Answer all the following questions.
I. Let a periodic function $f ( x )$ satisfy the condition $f ( x + \pi ) = f ( x - \pi )$. Find the Fourier series expansion of $f ( x )$ for each case, where $f ( x )$ is expressed as follows for the interval $- \pi \leq x \leq \pi$.
1. $f ( x ) = x \quad ( - \pi < x < \pi ) , \quad f ( - \pi ) = f ( \pi ) = 0$ 2. $f ( x ) = x ^ { 2 }$
For the Fourier series expansion, the following equations should be used.

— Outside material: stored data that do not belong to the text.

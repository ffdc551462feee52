import { NextResponse, type NextRequest } from "next/server";
import { db } from "@/db";
import { parseParams } from "@/lib/api/parse";
import { requireRole } from "@/lib/api/require-role";
import { route } from "@/lib/api/route";
import { reviewOfRoster } from "@/lib/rosters/review";
import { rosterIdSchema } from "@/lib/rosters/schemas";
import { refusalsAsProblems } from "../../_shared/problem";

type Context = { params: Promise<{ id: string }> };

export const dynamic = "force-dynamic";

/**
 * GET /api/rosters/[id]/review: what publishing this roster would put in guards' hands, as the
 * manager must see it first: unfilled post-hours by room and risk, rooms empty by hour, guards over
 * contract, and whether publishing needs a typed confirmation and a note.
 */
export const GET = route<Context>(async (request: NextRequest, context) => {
  await requireRole(request, "rosters:publish");
  const { id } = parseParams(await context.params, rosterIdSchema);
  const review = await refusalsAsProblems(() => reviewOfRoster(db, id));
  return NextResponse.json({ review });
});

$$\begin{aligned} & f ( x ) = \frac { a _ { 0 } } { 2 } + \sum _ { n = 1 } ^ { \infty } \left( a _ { n } \cos n x + b _ { n } \sin n x \right) \\ & a _ { 0 } = \frac { 1 } { \pi } \int _ { - \pi } ^ { \pi } f ( x ) \mathrm { d } x \\ & a _ { n } = \frac { 1 } { \pi } \int _ { - \pi } ^ { \pi } f ( x ) \cos n x \mathrm {~d} x \\ & b _ { n } = \frac { 1 } { \pi } \int _ { - \pi } ^ { \pi } f ( x ) \sin n x \mathrm {~d} x \end{aligned}$$
II. Consider the function shown in Figure 5.1 as
$$V ( t ) = A \left| \sin \left( \frac { \omega t } { 2 } \right) \right| \quad \left( \omega = \frac { 2 \pi } { T } \right) .$$
Note that $A$ and $T$ are positive real numbers. The complex Fourier series expansion of $V ( t )$ is given as
$$V ( t ) = - \frac { 2 A } { \pi } \sum _ { n = - \infty } ^ { \infty } \frac { 1 } { 4 n ^ { 2 } - 1 } e ^ { i n \omega t }$$
Let $I ( t )$ be the periodic solution that satisfies the ordinary differential equation
$$L \frac { \mathrm {~d} I ( t ) } { \mathrm { d } t } + R I ( t ) = V ( t )$$
Note that $L$ and $R$ are positive real numbers. Find the coefficient $C _ { n }$, when the complex Fourier series expansion of $I ( t )$ is expressed as
$$I ( t ) = \sum _ { n = - \infty } ^ { \infty } C _ { n } e ^ { i n \omega t }$$